Honestly I think Native Instruments has a huge opportunity here. Kontakt dominates multisampling and they have the resources to create a next gen hybrid sound design environment with it. Who knows, maybe that's why Kontakt 7 is taking so long


----------



## doctoremmet (Jul 13, 2022)

Pier said:


> LONG RANT INCOMING!!!
> 
> I hope I'm not going completely off-topic here... but lately I've been thinking we're in a bit of a hybrid synth dark ages era now. IMO (which is of course subjective) there's really no good hybrid solution in the market.
> 
> ...


MSoundFactory for the win! 😂


----------



## Nico5 (Jul 13, 2022)

Pier said:


> LONG RANT INCOMING!!!


I think this deserves a new thread. Too worthwhile of a topic and your thoughts to get lost in the bowels of a thread with an Omnisphere topic.


----------



## Nico5 (Jul 13, 2022)

doctoremmet said:


> MSoundFactory for the win! 😂


As I indicated in a prior comparative post in this thread, that’s where I landed for the time being.

But the rant by @Pier still resonates with me to quite a degree.


----------



## gsilbers (Jul 13, 2022)

Bman70 said:


> From my perspective, as someone who is constantly importing my own samples, this seems a bit like overthinking. I just import any old sample I want, quality or not, and it mostly turns out great. Half the fun is asking "Hmm what can I turn this dog bark into," etc. They may not loop ideally or perfectly, but my usage rarely calls for something to do that anyway, because I'm making music not doing science.
> 
> I stuck my Zoom recorder outside my window a while ago and recorded a passing train horn. Turned out to produce some nice Omni patches after hours of fun mixing and playing. Also imported a very noisy sample of a "singing" bowl, which included background noise of running water. I removed some of the water noise using RX, but much remained. The resulting patch still turned out great, and even got used in a soundtrack for an extremely popular Youtube show.
> 
> Anyway just saying I think it's entirely worth it to import your own samples into Omnisphere. Then again, my goal with my VIs is to have fun and be creative. Not necessarily reproduce exact facsimiles of other things heard in real life (i.e. orchestras or analog synths).

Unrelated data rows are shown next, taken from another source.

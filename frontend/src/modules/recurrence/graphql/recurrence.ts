import { graphql } from '@/gql';

/** What a recurrence analysis can be run on, and the analyses already run in the project. */
export const RecurrenceSetupDocument = graphql(`
  query RecurrenceSetup($projectId: ID!) {
    project(id: $projectId) {
      id
      name
      myRole
      myPermissions
      segments {
        id
        name
      }
      sites {
        id
        name
        kind
      }
      hypotheses {
        id
        name
        preferred
      }
      preferredHypothesis {
        id
      }
      recurrenceAnalyses {
        id
        status
        createdAt
        forecastStartYear
        draws
        segment {
          id
          name
        }
        site {
          id
          name
        }
        hypothesis {
          id
          name
        }
      }
    }
  }
`);

/** One analysis with every figure the recurrence view shows. */
export const RecurrenceAnalysisDocument = graphql(`
  query RecurrenceAnalysis($id: ID!) {
    recurrenceAnalysis(id: $id) {
      id
      status
      progress
      message
      seed
      forecastStartYear
      windowsYears
      draws
      createdAt
      finishedAt
      hypothesisVersion
      stale
      staleReasons {
        message
        via
      }
      inputs {
        ageModelRuns {
          id
          site {
            id
            name
          }
        }
        hypothesisVersion
      }
      segment {
        id
        name
      }
      site {
        id
        name
      }
      hypothesis {
        id
        name
      }
      eventCount
      lastEventMedianCalBp
      openInterval {
        median
        low95
        high95
      }
      intervals {
        index
        medianYears
        low95
        high95
        youngerEvent
        olderEvent
      }
      meanRecurrence {
        median
        low95
        high95
      }
      medianRecurrence {
        median
        low95
        high95
      }
      sdRecurrence {
        median
        low95
        high95
      }
      aperiodicity {
        median
        low95
        high95
      }
      poisson {
        windowYears
        median
        low95
        high95
      }
      models {
        model
        aic
        deltaAic
        aicc
        deltaAicc
        akaikeWeight
        meanRecurrenceYears
        aperiodicity
        logLikelihood
        meanRecurrenceRange {
          median
          low95
          high95
          datingOnlyLow95
          datingOnlyHigh95
        }
        aperiodicityRange {
          median
          low95
          high95
          datingOnlyLow95
          datingOnlyHigh95
        }
        probabilities {
          windowYears
          median
          low95
          high95
          datingOnlyLow95
          datingOnlyHigh95
        }
      }
      modelAveraged {
        windowYears
        median
        low95
        high95
        datingOnlyLow95
        datingOnlyHigh95
      }
      parameterNote
      modelComparisonNote
      curves {
        model
        density {
          years
          value
        }
        hazard {
          years
          value
        }
        survival {
          years
          value
        }
      }
      histogram {
        fromYears
        toYears
        count
      }
      caution
    }
  }
`);

export const StartRecurrenceAnalysisDocument = graphql(`
  mutation StartRecurrenceAnalysis($input: StartRecurrenceAnalysisInput!) {
    startRecurrenceAnalysis(input: $input) {
      id
      status
    }
  }
`);

export const CancelRecurrenceAnalysisDocument = graphql(`
  mutation CancelRecurrenceAnalysis($id: ID!) {
    cancelRecurrenceAnalysis(id: $id) {
      id
      status
    }
  }
`);

export const RefreshStaleResultsDocument = graphql(`
  mutation RefreshStaleResults($projectId: ID!) {
    refreshStaleResults(projectId: $projectId) {
      id
    }
  }
`);

export const LatestRefreshDocument = graphql(`
  query LatestRefresh($projectId: ID!) {
    project(id: $projectId) {
      id
      refreshSettings {
        automatic
        debounceSeconds
      }
      downstreamRunChoices {
        site {
          id
          name
        }
        run {
          id
          createdAt
        }
        newestRun {
          id
          createdAt
        }
        newerRunExists
      }
      refreshPlans {
        id
        status
        automatic
        createdAt
        steps {
          id
          stage
          kind
          label
          status
          message
          freshId
          waitingFor
        }
        ageModelRuns {
          id
          site {
            id
          }
        }
        skipped {
          id
          kind
          label
          reason
        }
        progress {
          total
          waiting
          running
          succeeded
          failed
          blocked
          skipped
          fraction
        }
      }
    }
  }
`);

export const SetRefreshSettingsDocument = graphql(`
  mutation SetRefreshSettings($input: SetRefreshSettingsInput!) {
    setRefreshSettings(input: $input) {
      automatic
      debounceSeconds
    }
  }
`);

Again, its not that its not good... but drag and drop, file structure, mapping and outcome in pigments and padshop is way ahead of omni and i rather use those And for custom mapping for specific stuff there is kontakt.
If the OP idea is to use his own samples then other options are out there. Even commercial kontakt libraries that emply drag and drop.
And i repeat it for several other folks who wont read the other few posts.. its not that omni is BAD at it.. its just that for the outcome pigments and padshop and kontakt are better. Now, ask me if i like pigments onboard sounds or presets? Or anything else from arturia.. the answer nope. i woudnt buy pigments for its soundsources or patches. Padshop sounds great but very similar. Just tools. and for importing samples, other tools to me are better imo.


----------



## Bman70 (Jul 13, 2022)

gsilbers said:


> Again, its not that its not good... but drag and drop, file structure, mapping and outcome in pigments and padshop is way ahead of omni and i rather use those And for custom mapping for specific stuff there is kontakt.
> If the OP idea is to use his own samples then other options are out there. Even commercial kontakt libraries that emply drag and drop.
> And i repeat it for several other folks who wont read the other few posts.. its not that omni is BAD at it.. its just that for the outcome pigments and padshop and kontakt are better. Now, ask me if i like pigments onboard sounds or presets? Or anything else from arturia.. the answer nope. i woudnt buy pigments for its soundsources or patches. Padshop sounds great but very similar. Just tools. and for importing samples, other tools to me are better imo.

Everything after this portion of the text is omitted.